Outright creationism appears in Responsive Ed’s section on the
origins of life. It’s not subtle. The opening line of the workbook
section, just as the opening line of the Bible, declares, “In the
beginning, God created the Heavens and the Earth.”
Responsive Ed’s butchering of evolution isn’t the only part of its
science curriculum that deserves an F; it also misinforms students about
vaccines and mauls the scientific method.
The only study linking vaccines to autism was exposed as a fraud and has been retracted, and the relationship has been studied exhaustively and found to be nonexistent.
But a Responsive Ed workbook teaches, “We do not know for sure whether
vaccines increase a child’s chance of getting autism, but we can
conclude that more research needs to be done.”
On the scientific method, Responsive Ed confuses scientific theories
and laws. It argues that theories are weaker than laws and that there is
a natural progression from theories into laws, all of which is
incorrect.
The Responsive Ed curriculum undermines Texas schoolchildren’s future in any possible career in science.
Dan Quinn, the communications director for the Texas Freedom Network,
a watchdog organization that monitors the religious right, said, “These
materials should raise a big red flag for any parent or school
administrator. It's bad enough that they promote the same discredited
anti-evolution arguments that scientists debunked a long time ago. But
the materials also veer into teaching religious beliefs that the courts
have repeatedly ruled have no place in a public school science
classroom.”
When it’s not directly quoting the Bible, Responsive Ed’s curriculum
showcases the current creationist strategy to compromise science
education, which the National Center for Science Education terms “stealth creationism.”
In 1987, the Supreme Court ruled in Edwards v. Aguillard that teaching creationism is unconstitutional. In the 2005 Kitzmiller v. Dover case,
Judge John Jones III ruled in federal district court that intelligent
design is still creationism and equally unconstitutional.
To get around court rulings, Responsive Ed and other creationists
resort to rhetoric about teaching “all sides” of “competing theories”
and claiming that this approach promotes “critical thinking.”

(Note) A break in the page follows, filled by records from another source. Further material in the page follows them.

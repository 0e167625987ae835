#include "wavefount/timing/split.h"

#include <algorithm>

namespace wavefount {

namespace {

constexpr int fewest_found = 2;
// A nucleus may be missed in a few last frames and still be there.
constexpr int missed_frames = 3;
// Found in more of the frames after a fall than this, it was only dimmed.
constexpr double still_found_share = 0.7;
constexpr std::size_t fewest_after = 4;
// An aperture at a first frame this full (of the later height) held the nucleus already.
constexpr double full_share = 0.3;

bool only_dimmed(const Course& course, const Fall& fall) {
  const std::size_t from = fall.low + 1;
  if (fall.end < from + fewest_after) return false;
  std::size_t found = 0;
  for (std::size_t i = from; i < fall.end; ++i) found += course.found[i];
  return static_cast<double>(found) > still_found_share * static_cast<double>(fall.end - from);
}

struct Stretch {
  std::size_t from = 0, to = 0;  // values from <= i < to
  std::optional<Fall> fall;
};

std::vector<Stretch> stretches_of(const Course& course, const Swings& swings) {
  std::vector<Stretch> stretches;
  std::size_t from = 0;
  for (const auto& fall : swings.falls) {
    if (only_dimmed(course, fall)) continue;
    stretches.push_back({from, fall.half, fall});
    from = fall.valley;
  }
  if (from < course.size()) stretches.push_back({from, course.size(), std::nullopt});
  return stretches;
}

// Formation was seen when the aperture was empty before.
bool formation_seen(const Course& course, const Stretch& stretch, const Swings& swings,
                    std::size_t first_found) {
  if (first_found == 0) return false;
  if (stretch.from > 0) return true;
  if (!swings.starts_low) return false;
  const double highest = *std::max_element(
      course.smooth.begin(), course.smooth.begin() + static_cast<std::ptrdiff_t>(stretch.to));
  return course.smooth[0] < full_share * highest;
}

Outcome outcome_of(const Course& course, const Stretch& stretch, std::size_t last_found,
                   int last_frame) {
  if (stretch.fall) return Outcome::entered;
  const bool to_the_end = course.frame[last_found] + missed_frames >= last_frame;
  return to_the_end ? Outcome::unfinished : Outcome::lost;
}

}  // namespace

std::vector<OpenInterphase> split_course(const Course& course, int last_frame) {
  const auto swings = find_swings(course);
  std::vector<OpenInterphase> result;
  for (const auto& stretch : stretches_of(course, swings)) {
    std::size_t first = course.size(), last = 0;
    int count = 0;
    for (std::size_t i = stretch.from; i < stretch.to; ++i)
      if (course.found[i]) {
        first = std::min(first, i);
        last = i;
        ++count;
      }
    if (count < std::min<int>(fewest_found, static_cast<int>(course.size()))) continue;
    OpenInterphase open;
    open.start = first;
    open.fall = stretch.fall;
    auto& own = open.interphase;
    own.index = static_cast<int>(result.size());
    own.first_frame = course.frame[first];
    own.last_frame = course.frame[last];
    own.start =
        formation_seen(course, stretch, swings, first) ? Start::seen : Start::already_present;
    own.outcome = outcome_of(course, stretch, last, last_frame);
    if (own.start == Start::seen) own.formed_min = course.time_min[first];
    result.push_back(std::move(open));
  }
  return result;
}

}  // namespace wavefount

In response to a question about whether Responsive Ed teaches
creationism, its vice president of academic affairs, Rosalinda Gonzalez,
told me that the curriculum “teaches evolution, noting, but not exploring, the existence of competing theories.”

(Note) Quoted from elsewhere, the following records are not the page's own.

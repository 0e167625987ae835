#include "wavefount/tube/drift.h"

#include <gtest/gtest.h>

#include <cmath>

#include "wavefount/core/random.h"

namespace wavefount::tube {
namespace {

std::vector<FrameObservation> seen(const std::vector<double>& x, double noise) {
  RandomStream random(11);
  std::vector<FrameObservation> frames;
  for (const double one : x) {
    FrameObservation frame;
    frame.frame = static_cast<int>(frames.size());
    frame.shift_x_px = one + noise * random.normal();
    frame.shift_y_px = -one + noise * random.normal();
    frame.shift_quality = 0.9;
    frame.shift_se_px = noise;
    frames.push_back(frame);
  }
  return frames;
}

std::vector<double> ramp(int count, double slope) {
  std::vector<double> x;
  for (int k = 0; k < count; ++k) x.push_back(slope * k);
  return x;
}

TEST(Drift, NoiseIsSmoothed) {
  const auto truth = ramp(200, 0.02);
  const auto frames = seen(truth, 0.3);
  const auto drift = settle_drift(frames, {5});
  double before = 0;
  double after = 0;
  for (std::size_t k = 0; k < truth.size(); ++k) {
    before += std::pow(frames[k].shift_x_px - truth[k], 2);
    after += std::pow(drift.x_px[k] - truth[k], 2);
  }
  EXPECT_LT(after, before / 4);
  EXPECT_TRUE(drift.jumps.empty());
}

TEST(Drift, OutliersAndGapsAreFilledIn) {
  const auto truth = ramp(60, 0.1);
  auto frames = seen(truth, 0.05);
  frames[20].shift_x_px += 30;
  frames[41].shift_y_px -= 12;
  frames[50].usable = false;
  frames[50].shift_x_px = 0;
  frames[59].shift_quality = 0;
  frames[59].shift_x_px = 99;
  const auto drift = settle_drift(frames, {5});
  for (std::size_t k = 0; k < truth.size(); ++k) {
    EXPECT_NEAR(drift.x_px[k], truth[k], 0.4) << k;
    EXPECT_NEAR(drift.y_px[k], -truth[k], 0.4) << k;
  }
  EXPECT_TRUE(drift.jumps.empty());
}

TEST(Drift, JumpsStaySharp) {
  auto truth = ramp(60, 0.05);
  for (std::size_t k = 30; k < 60; ++k) truth[k] += 20;
  const auto drift = settle_drift(seen(truth, 0.1), {5});
  EXPECT_EQ(drift.jumps, std::vector<int>{30});
  EXPECT_NEAR(drift.x_px[29], truth[29], 0.4);
  EXPECT_NEAR(drift.x_px[30], truth[30], 0.4);
  EXPECT_NEAR(farthest_px(drift), std::hypot(truth[59], truth[59]), 1);
}

TEST(Drift, NothingKnownIsNoDrift) {
  auto frames = seen(ramp(4, 1), 0);
  for (auto& frame : frames) frame.usable = false;
  const auto drift = settle_drift(frames, {5});
  EXPECT_EQ(drift.x_px, std::vector<double>(4, 0.0));
  EXPECT_TRUE(settle_drift({}, {5}).x_px.empty());
  EXPECT_EQ(settle_drift(seen({0}, 0), {5}).x_px.size(), 1U);
}

}  // namespace
}  // namespace wavefount::tube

Bringing creationism into a classroom by undermining evolution and “noting … competing theories” is still unconstitutional.
What’s more, contrary to Gonzalez’s statement, teaching about
supernatural creation in the section on the origins of life is doing far
more than noting competing theories.
In a previous Slate column
on the Texas textbook wars, I explained that Texas’ current science
standards were designed to compromise the teaching of evolution. The
standards require teachers to “analyze, evaluate, and critique”

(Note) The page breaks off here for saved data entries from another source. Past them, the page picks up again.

#include "wavefount/tube/find_tubes.h"

#include <gtest/gtest.h>

#include <cmath>
#include <numbers>

#include "tube_scene.h"
#include "wavefount/tube/scan_ahead.h"

namespace wavefount::tube {
namespace {

using testing::SceneTube;
using testing::TubeScene;

TubeScene small_scene() {
  TubeScene scene;
  scene.width = 640;
  scene.height = 300;
  scene.frames = 8;
  scene.tubes = {{320, 150, 0, 0, 460, 120}};
  return scene;
}

/// Two nuclei a third of the time, near the middle and near a wall.
void add_nuclei(TubeScene& scene) {
  const auto& tube = scene.tubes[0];
  for (int k = 0; k < 9; ++k) {
    const double along = (k - 4) * tube.length / 11;
    scene.blobs.push_back({tube.centre_x + along * std::cos(tube.angle),
                           tube.centre_y + along * std::sin(tube.angle) + (k % 3 - 1) * 25.0, 8,
                           350, k % 4, k % 4 + 4});
  }
}

Tubes find(const testing::SceneSource& source, bool automatic = true) {
  Messages messages;
  const auto scan = scan_ahead(source, {}, messages);
  TubeSettings settings;
  settings.automatic = automatic;
  return find_tubes(source.description(), scan.prescan, settings, messages);
}

/// Where the scene's axis ends, µm; the scene's pixel is one µm.
Point end_of(const SceneTube& tube, double side) {
  const double along = side * tube.length / 2;
  double u = along;
  double v = 0;
  if (tube.curvature != 0) {
    u = std::sin(along * tube.curvature) / tube.curvature;
    v = (1 - std::cos(along * tube.curvature)) / tube.curvature;
  }
  return {tube.centre_x + u * std::cos(tube.angle) - v * std::sin(tube.angle),
          tube.centre_y + u * std::sin(tube.angle) + v * std::cos(tube.angle)};
}

void expect_near(const Tube& found, const SceneTube& truth, double end_px = 2) {
  EXPECT_TRUE(found.measured);
  EXPECT_NEAR(found.width_um, truth.width, 0.02 * truth.width);
  const auto first = end_of(truth, -1);
  const auto last = end_of(truth, 1);
  EXPECT_LT(std::hypot(found.axis_um.front().x - first.x, found.axis_um.front().y - first.y),
            end_px);
  EXPECT_LT(std::hypot(found.axis_um.back().x - last.x, found.axis_um.back().y - last.y), end_px);
  EXPECT_NEAR(found.length_um, truth.length, end_px);
  for (const auto kind : {found.left_end, found.right_end, found.upper_wall, found.lower_wall})
    EXPECT_EQ(kind, Boundary::closed);
}

struct Case {
  const char* name;
  double angle, curvature, vignetting, glow, roundness, level;
  bool round_ends;
};

class TubeLooks : public ::testing::TestWithParam<Case> {};

TEST_P(TubeLooks, OutlineIsRight) {
  const auto& look = GetParam();
  auto scene = small_scene();
  auto& tube = scene.tubes[0];
  tube.angle = look.angle;
  tube.curvature = look.curvature;
  tube.glow = look.glow;
  tube.roundness = look.roundness;
  tube.level = look.level;
  tube.round_ends = look.round_ends;
  scene.vignetting = look.vignetting;
  if (look.level > 50) add_nuclei(scene);
  if (look.level < 50) scene.frames = 24;  // dim light needs the average of many
  const testing::SceneSource source(scene);
  const auto tubes = find(source);
  ASSERT_EQ(tubes.tubes.size(), 1U);
  // At a bend the end's place across depends on where the curve is last seen.
  expect_near(tubes.tubes[0], tube, look.curvature != 0 ? 3 : 2);
}

INSTANTIATE_TEST_SUITE_P(Scenes, TubeLooks,
                         ::testing::Values(Case{"Plain", 0, 0, 0, 0, 0, 200, false},
                                           Case{"Tilted", 0.11, 0, 0, 0, 0, 200, false},
                                           Case{"TiltedUpwards", -0.2, 0, 0.4, 0, 0, 200, false},
                                           Case{"Bent", 0, 0.001, 0, 0, 0, 200, false},
                                           Case{"BentUneven", 0.05, -0.0008, 0.4, 0, 0, 200, false},
                                           Case{"Vignetting", 0, 0, 0.6, 0, 0, 200, false},
                                           Case{"WallGlow", 0.03, 0, 0.2, 250, 0, 200, false},
                                           Case{"RoundEnds", 0, 0, 0, 0, 0, 200, true},
                                           Case{"RoundSection", 0.02, 0, 0, 0, 0.6, 200, false},
                                           Case{"Dim", 0.04, 0, 0.3, 0, 0, 10, false}),
                         [](const auto& one) { return std::string(one.param.name); });

TEST(FindTubes, UprightTubeStartsAtItsTop) {
  auto scene = small_scene();
  std::swap(scene.width, scene.height);
  scene.tubes = {{150, 320, 1.5, 0, 460, 120}};
  add_nuclei(scene);
  const testing::SceneSource source(scene);
  const auto tubes = find(source);
  ASSERT_EQ(tubes.tubes.size(), 1U);
  expect_near(tubes.tubes[0], scene.tubes[0]);
  EXPECT_LT(tubes.tubes[0].axis_um.front().y, tubes.tubes[0].axis_um.back().y);
}

TEST(FindTubes, EndsOutOfViewAreOpen) {
  auto scene = small_scene();
  scene.tubes = {{0, 150, 0.03, 0, 900, 120}};
  const testing::SceneSource source(scene);
  const auto tubes = find(source);
  ASSERT_EQ(tubes.tubes.size(), 1U);
  const auto& tube = tubes.tubes[0];
  EXPECT_EQ(tube.left_end, Boundary::open);
  EXPECT_EQ(tube.right_end, Boundary::closed);
  EXPECT_EQ(tube.upper_wall, Boundary::closed);
  EXPECT_NEAR(tube.width_um, 120, 2.4);
  EXPECT_NEAR(tube.axis_um.front().x, 0, 1);
  EXPECT_NEAR(tube.axis_um.back().x, 450 * std::cos(0.03), 2);
}

TEST(FindTubes, WallsOutOfViewAreOpen) {
  auto scene = small_scene();
  scene.tubes = {{0, 150, 0, 0, 900, 700}};
  scene.vignetting = 0.3;
  const testing::SceneSource source(scene);
  const auto tubes = find(source);
  ASSERT_EQ(tubes.tubes.size(), 1U);
  const auto& tube = tubes.tubes[0];
  EXPECT_EQ(tube.upper_wall, Boundary::open);
  EXPECT_EQ(tube.lower_wall, Boundary::open);
  EXPECT_EQ(tube.left_end, Boundary::open);
  EXPECT_EQ(tube.right_end, Boundary::closed);
  EXPECT_NEAR(tube.axis_um.back().x, 450, 2);
}

TEST(FindTubes, WithoutOutsideTheWholeFieldStandsForIt) {
  auto scene = small_scene();
  scene.tubes = {{320, 150, 0, 0, 2000, 1200}};
  scene.vignetting = 0.6;
  add_nuclei(scene);
  const testing::SceneSource source(scene);
  const auto tubes = find(source);
  ASSERT_EQ(tubes.tubes.size(), 1U);
  const auto& tube = tubes.tubes[0];
  EXPECT_FALSE(tube.measured);
  for (const auto kind : {tube.left_end, tube.right_end, tube.upper_wall, tube.lower_wall})
    EXPECT_EQ(kind, Boundary::open);
  EXPECT_NEAR(tube.area_um2(), 640 * 300, 1);
}

TEST(FindTubes, NothingIsLookedForWhenNotWanted) {
  const testing::SceneSource source(small_scene());
  const auto tubes = find(source, false);
  ASSERT_EQ(tubes.tubes.size(), 1U);
  EXPECT_FALSE(tubes.tubes[0].measured);
  EXPECT_TRUE(tubes.tubes[0].contains({2, 2}));
}

TEST(FindTubes, TubesSideBySideFromTopToBottom) {
  auto scene = small_scene();
  scene.tubes = {{320, 220, 0.02, 0, 500, 90}, {320, 75, 0, 0, 460, 100}};
  scene.tubes[0].level = 80;
  scene.vignetting = 0.3;
  const testing::SceneSource source(scene);
  const auto tubes = find(source);
  ASSERT_EQ(tubes.tubes.size(), 2U);
  EXPECT_EQ(tubes.tubes[0].index, 0);
  EXPECT_EQ(tubes.tubes[1].index, 1);
  expect_near(tubes.tubes[0], scene.tubes[1]);
  expect_near(tubes.tubes[1], scene.tubes[0]);
}

TEST(FindTubes, BubblesAreHolesAndDebrisIsNot) {
  auto scene = small_scene();
  scene.bubbles = {{220, 160, 26}};
  scene.blobs = {{500, 30, 14, 900}, {400, 150, 12, 500}};
  const testing::SceneSource source(scene);
  const auto tubes = find(source);
  ASSERT_EQ(tubes.tubes.size(), 1U);
  const auto& tube = tubes.tubes[0];
  ASSERT_EQ(tube.holes_um.size(), 1U);
  EXPECT_NEAR(std::abs(twice_signed_area(tube.holes_um[0])) / 2, std::numbers::pi * 26 * 26,
              0.1 * std::numbers::pi * 26 * 26);
  EXPECT_FALSE(tube.contains({220, 160}));
  EXPECT_TRUE(tube.contains({400, 150}));
  expect_near(tube, scene.tubes[0]);
}

TEST(FindTubes, SidecarWins) {
  testing::SceneSource source(small_scene());
  auto& overrides = source.edit().overrides;
  overrides.tube_width_um = 112;
  overrides.right_end = Boundary::open;
  overrides.exclude_um = {{{300, 140}, {340, 140}, {340, 160}, {300, 160}}};
  const auto tubes = find(source);
  ASSERT_EQ(tubes.tubes.size(), 1U);
  EXPECT_EQ(tubes.tubes[0].width_um, 112);
  EXPECT_EQ(tubes.tubes[0].right_end, Boundary::open);
  EXPECT_EQ(tubes.tubes[0].left_end, Boundary::closed);
  EXPECT_FALSE(tubes.tubes[0].contains({320, 150}));
  EXPECT_TRUE(tubes.tubes[0].contains({320, 190}));
}

TEST(FindTubes, OutlineOfTheSidecarIsTaken) {
  testing::SceneSource source(small_scene());
  source.edit().overrides.outline_um = {{120, 100}, {520, 100}, {520, 180}, {120, 180}};
  const auto tubes = find(source);
  ASSERT_EQ(tubes.tubes.size(), 1U);
  const auto& tube = tubes.tubes[0];
  EXPECT_NEAR(tube.area_um2(), 400 * 80, 1);
  EXPECT_NEAR(tube.width_um, 80, 2.5);
  EXPECT_NEAR(tube.axis_um.front().x, 120, 2.5);
  EXPECT_NEAR(tube.axis_um.back().x, 520, 2.5);
}

}  // namespace
}  // namespace wavefount::tube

evolution and teach “all sides” of evolution to encourage “critical
thinking.” These requirements are a back-door way to enable teachers to
attack evolution and inject creationism into the classroom. If teachers
are questioned on their materials, they can shift the responsibility for
what they’re teaching onto the state.
I asked Gonzalez if these science standards played a role in Responsive Ed’s curriculum on evolution, and her answer was yes.